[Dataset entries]

- - - - - - -

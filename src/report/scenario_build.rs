//! The joint scenario results (`crate::scenarios`) as report views; called
//! from `build.rs`.

use super::scenario_view::*;
use super::ParticipantView;
use crate::analysis::Analysis;
use crate::model::Model;
use crate::scenarios::{
    mdf::reading, Binding, JointOutcome, JointProblem, JointVarKind, MdfResult, Repair,
    ScenarioResult,
};
use crate::slug::unique_slugs;
use std::collections::{BTreeMap, BTreeSet};

pub(super) struct Slugs<'a> {
    pub reactions: &'a [String],
    pub metabolites: &'a [String],
}

pub(super) fn joint_views(
    model: &Model,
    analysis: &Analysis,
    slugs: &Slugs,
) -> Vec<JointScenarioView> {
    let page_slugs = unique_slugs(analysis.scenarios.iter().map(|s| s.id.as_str()));
    analysis
        .scenarios
        .iter()
        .zip(page_slugs)
        .map(|(s, slug)| one(model, analysis, slugs, s, slug))
        .collect()
}

fn direction_word(d: f64) -> &'static str {
    if d >= 0.0 {
        "forward"
    } else {
        "backward"
    }
}

fn one(
    model: &Model,
    analysis: &Analysis,
    slugs: &Slugs,
    s: &ScenarioResult,
    slug: String,
) -> JointScenarioView {
    let problem = &s.problem;
    let mut view = JointScenarioView {
        id: s.id.clone(),
        slug,
        description: s.description.clone(),
        is_default: s.is_default,
        verdict: s.verdict().slug().to_string(),
        reason: s.outcome.as_ref().err().map(|e| e.to_string()),
        constrained: problem.steps.len(),
        without_data: s
            .without_data
            .iter()
            .map(|&j| model.reactions[j].id.clone())
            .collect(),
        mdf: None,
        conflicts: Vec::new(),
        more_conflicts_possible: false,
        profile: Vec::new(),
        loop_law: s.loop_law.as_ref().map(|l| loop_law_view(model, slugs, l)),
    };
    let mdf = match &s.outcome {
        Ok(JointOutcome::Feasible(mdf)) => mdf.as_ref(),
        Ok(JointOutcome::Infeasible {
            mdf,
            conflicts,
            more_sets_possible,
        }) => {
            view.conflicts = conflicts
                .iter()
                .map(|c| conflict_view(model, analysis, slugs, problem, c))
                .collect();
            view.more_conflicts_possible = *more_sets_possible;
            Some(mdf)
        }
        Err(_) => None,
    };
    if let Some(mdf) = mdf {
        view.mdf = Some(mdf_view(model, slugs, problem, mdf));
        view.profile = profile(model, analysis, slugs, problem, mdf);
    }
    view
}

fn mdf_view(model: &Model, slugs: &Slugs, problem: &JointProblem, mdf: &MdfResult) -> MdfView {
    let window: BTreeMap<usize, (f64, f64)> = problem
        .vars
        .iter()
        .filter_map(|v| match v.kind {
            JointVarKind::LnConcentration { metabolite } => {
                Some((metabolite, (v.lower.exp(), v.upper.exp())))
            }
            _ => None,
        })
        .collect();
    MdfView {
        value_kj: mdf.value_kj,
        reading: reading(mdf.value_kj),
        bottlenecks: mdf
            .bottlenecks
            .iter()
            .map(|&(step, dual)| {
                let j = problem.steps[step].reaction;
                BottleneckView {
                    reaction: model.reactions[j].id.clone(),
                    slug: slugs.reactions[j].clone(),
                    dual,
                }
            })
            .collect(),
        concentrations: mdf
            .concentrations
            .iter()
            .map(|&(i, value)| {
                let (min, max) = window.get(&i).copied().unwrap_or((value, value));
                let near = |b: f64| (value / b - 1.0).abs() < 1e-6;
                ConcentrationView {
                    metabolite: model.metabolites[i].id.clone(),
                    slug: slugs.metabolites[i].clone(),
                    value_m: value,
                    min_m: min,
                    max_m: max,
                    at_bound: if near(max) {
                        Some("upper".into())
                    } else if near(min) {
                        Some("lower".into())
                    } else {
                        None
                    },
                }
            })
            .collect(),
    }
}

fn participant_views(model: &Model, slugs: &Slugs, j: usize) -> Vec<ParticipantView> {
    model.reactions[j]
        .stoichiometry
        .iter()
        .map(|&(i, c)| ParticipantView {
            metabolite: model.metabolites[i].id.clone(),
            slug: slugs.metabolites[i].clone(),
            name: model.metabolites[i].name.clone(),
            coefficient: c,
        })
        .collect()
}

fn conflict_view(
    model: &Model,
    analysis: &Analysis,
    slugs: &Slugs,
    problem: &JointProblem,
    c: &crate::scenarios::ConflictSet,
) -> ConflictSetView {
    let members = c
        .steps
        .iter()
        .zip(&c.weights)
        .map(|(&s, &w)| {
            let step = &problem.steps[s];
            let j = step.reaction;
            ConflictMemberView {
                reaction: model.reactions[j].id.clone(),
                slug: slugs.reactions[j].clone(),
                equation: super::build::equation_text(model, j),
                direction: direction_word(step.direction).into(),
                weight: w,
                drg0_kj: step.drg0_kj,
                sigma_kj: step.sigma_kj,
                participants: participant_views(model, slugs, j),
            }
        })
        .collect();
    // A reaction's own ΔrG'° is both an error source and an allowance row:
    // list it once.
    let mut seen = BTreeSet::new();
    let binding = c
        .binding
        .iter()
        .map(|b| binding_view(model, analysis, slugs, problem, b))
        .filter(|b| seen.insert((b.subject.clone(), b.side.clone())))
        .collect();
    let repairs = c
        .repairs
        .iter()
        .map(|r| match *r {
            Repair::WidenRange {
                metabolite,
                decades,
                upper,
                new_bound_m,
            } => {
                let id = &model.metabolites[metabolite].id;
                let side = if upper { "upper" } else { "lower" };
                RepairView {
                    kind: "widen-range".into(),
                    subject: id.clone(),
                    slug: slugs.metabolites[metabolite].clone(),
                    amount: decades,
                    new_bound_m: Some(new_bound_m),
                    side: Some(side.into()),
                    sigmas: None,
                    text: format!(
                        "widen the {side} bound of {id} by {decades:.2} decades (to {})",
                        concentration_text(new_bound_m)
                    ),
                }
            }
            Repair::ShiftEnergy {
                step,
                shift_kj,
                sigmas,
            } => {
                let j = problem.steps[step].reaction;
                let id = &model.reactions[j].id;
                let dir = direction_word(problem.steps[step].direction);
                RepairView {
                    kind: "shift-energy".into(),
                    subject: id.clone(),
                    slug: slugs.reactions[j].clone(),
                    amount: shift_kj,
                    new_bound_m: None,
                    side: None,
                    sigmas,
                    text: match sigmas {
                        Some(n) => format!(
                            "ΔrG'° of {id} ({dir}) {shift_kj:.2} kJ/mol lower than the allowance permits ({n:.1} σ more)"
                        ),
                        None => format!(
                            "ΔrG'° of {id} ({dir}) {shift_kj:.2} kJ/mol lower (its value has no σ)"
                        ),
                    },
                }
            }
        })
        .collect();
    ConflictSetView {
        members,
        overall_kj: c.overall_kj,
        required_kj: c.required_kj,
        binding,
        repairs,
    }
}

fn binding_view(
    model: &Model,
    analysis: &Analysis,
    slugs: &Slugs,
    problem: &JointProblem,
    b: &Binding,
) -> BindingView {
    let side = |upper: bool| if upper { "upper" } else { "lower" }.to_string();
    match *b {
        Binding::Variable(k, upper) => {
            let v = &problem.vars[k];
            let bound = if upper { v.upper } else { v.lower };
            match v.kind {
                JointVarKind::LnConcentration { metabolite } => BindingView {
                    kind: "concentration".into(),
                    subject: model.metabolites[metabolite].id.clone(),
                    slug: slugs.metabolites[metabolite].clone(),
                    side: side(upper),
                    value: bound.exp(),
                },
                JointVarKind::Deviation { source } => BindingView {
                    kind: "uncertainty".into(),
                    subject: analysis.errors.sources[source].label.clone(),
                    slug: String::new(),
                    side: side(upper),
                    value: bound,
                },
            }
        }
        Binding::Allowance(s, upper) => {
            let step = &problem.steps[s];
            let limit = step.allowance.unwrap_or(0.0);
            BindingView {
                kind: "uncertainty".into(),
                subject: format!("ΔrG'° of {}", model.reactions[step.reaction].id),
                slug: String::new(),
                side: side(upper),
                value: if upper { limit } else { -limit },
            }
        }
    }
}

/// "2.5 mM" style text for repair messages.
fn concentration_text(m: f64) -> String {
    let (value, unit) = if m >= 1.0 {
        (m, "M")
    } else if m >= 1e-3 {
        (m * 1e3, "mM")
    } else if m >= 1e-6 {
        (m * 1e6, "µM")
    } else {
        (m * 1e9, "nM")
    };
    format!("{value:.3} {unit}")
}

/// Cumulative ΔG' along the longest chain of active steps linked by
/// pathway intermediates (metabolites made by exactly one active step and
/// used by exactly one other), at the MDF concentrations with central
/// ΔrG'°; the band is k·σ of each partial sum, shared errors counted once.
fn profile(
    model: &Model,
    analysis: &Analysis,
    slugs: &Slugs,
    problem: &JointProblem,
    mdf: &MdfResult,
) -> Vec<ProfileStepView> {
    let chain = longest_chain(problem);
    let mut cumulative = 0.0;
    let mut prefix: Vec<(usize, f64)> = Vec::new();
    chain
        .into_iter()
        .map(|s| {
            let step = &problem.steps[s];
            let dg = step
                .terms
                .iter()
                .filter(|&&(k, _)| {
                    matches!(problem.vars[k].kind, JointVarKind::LnConcentration { .. })
                })
                .map(|&(k, a)| a * mdf.values[k])
                .sum::<f64>()
                - step.rhs;
            cumulative += dg;
            prefix.push((step.reaction, step.direction));
            let band = analysis.sigma_multiplier
                * analysis
                    .errors
                    .sigma(&analysis.errors.combine(prefix.iter().copied()));
            ProfileStepView {
                reaction: model.reactions[step.reaction].id.clone(),
                slug: slugs.reactions[step.reaction].clone(),
                dg_kj: dg,
                cumulative_kj: cumulative,
                band_kj: band,
            }
        })
        .collect()
}

/// Longest path over steps linked by intermediates (see [`profile`]);
/// cycles are cut where the search meets a step already on its path.
pub fn longest_chain(problem: &JointProblem) -> Vec<usize> {
    let mut producers: BTreeMap<usize, Vec<usize>> = BTreeMap::new();
    let mut consumers: BTreeMap<usize, Vec<usize>> = BTreeMap::new();
    for (s, step) in problem.steps.iter().enumerate() {
        for &(k, a) in &step.terms {
            if !matches!(problem.vars[k].kind, JointVarKind::LnConcentration { .. }) {
                continue;
            }
            if a > 0.0 {
                producers.entry(k).or_default().push(s);
            } else {
                consumers.entry(k).or_default().push(s);
            }
        }
    }
    let mut next: Vec<BTreeSet<usize>> = vec![BTreeSet::new(); problem.steps.len()];
    let mut has_previous = vec![false; problem.steps.len()];
    for (k, made) in &producers {
        if let (Some(used), [from]) = (consumers.get(k), made.as_slice()) {
            if let [to] = used.as_slice() {
                if from != to {
                    next[*from].insert(*to);
                    has_previous[*to] = true;
                }
            }
        }
    }
    // Memoised longest path from each step (intermediates have one producer
    // and one consumer, so every step has few successors).
    let mut memo: Vec<Option<Vec<usize>>> = vec![None; problem.steps.len()];
    let mut on_path = vec![false; problem.steps.len()];
    fn walk(
        s: usize,
        next: &[BTreeSet<usize>],
        memo: &mut [Option<Vec<usize>>],
        on_path: &mut [bool],
    ) -> Vec<usize> {
        if let Some(done) = &memo[s] {
            return done.clone();
        }
        on_path[s] = true;
        let mut best: Vec<usize> = Vec::new();
        for &t in &next[s] {
            if on_path[t] {
                continue;
            }
            let path = walk(t, next, memo, on_path);
            if path.len() > best.len() {
                best = path;
            }
        }
        on_path[s] = false;
        let mut path = vec![s];
        path.extend(best);
        memo[s] = Some(path.clone());
        path
    }
    let mut best: Vec<usize> = Vec::new();
    let starts: Vec<usize> = (0..problem.steps.len())
        .filter(|&s| !has_previous[s])
        .chain(0..problem.steps.len())
        .collect();
    for s in starts {
        let path = walk(s, &next, &mut memo, &mut on_path);
        if path.len() > best.len() {
            best = path;
        }
    }
    best
}

fn loop_law_view(
    model: &Model,
    slugs: &Slugs,
    result: &Result<crate::scenarios::LoopLawResult, crate::scenarios::Undecided>,
) -> LoopLawView {
    match result {
        Err(e) => LoopLawView {
            error: Some(e.to_string()),
            loop_free: false,
            cycles: Vec::new(),
            fluxes: Vec::new(),
        },
        Ok(r) => LoopLawView {
            error: None,
            loop_free: r.loop_free,
            cycles: r
                .cycles
                .iter()
                .map(|c| FluxCycleView {
                    members: c
                        .members
                        .iter()
                        .map(|&(j, coefficient)| CycleMemberView {
                            reaction: model.reactions[j].id.clone(),
                            slug: slugs.reactions[j].clone(),
                            coefficient,
                        })
                        .collect(),
                    flux: c.flux,
                })
                .collect(),
            fluxes: r
                .cycle_free
                .iter()
                .map(|&(j, given, free)| FluxPairView {
                    reaction: model.reactions[j].id.clone(),
                    slug: slugs.reactions[j].clone(),
                    given,
                    loop_free: free,
                    differs: (given - free).abs() > 1e-9 * given.abs().max(1.0),
                })
                .collect(),
        },
    }
}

- - - - - - -

* **What is required**: Among the lines of the data, find every one that holds "JointOutcome" and copy it.

* **Solution**:
    mdf::reading, Binding, JointOutcome, JointProblem, JointVarKind, MdfResult, Repair,
        Ok(JointOutcome::Feasible(mdf)) => mdf.as_ref(),
        Ok(JointOutcome::Infeasible {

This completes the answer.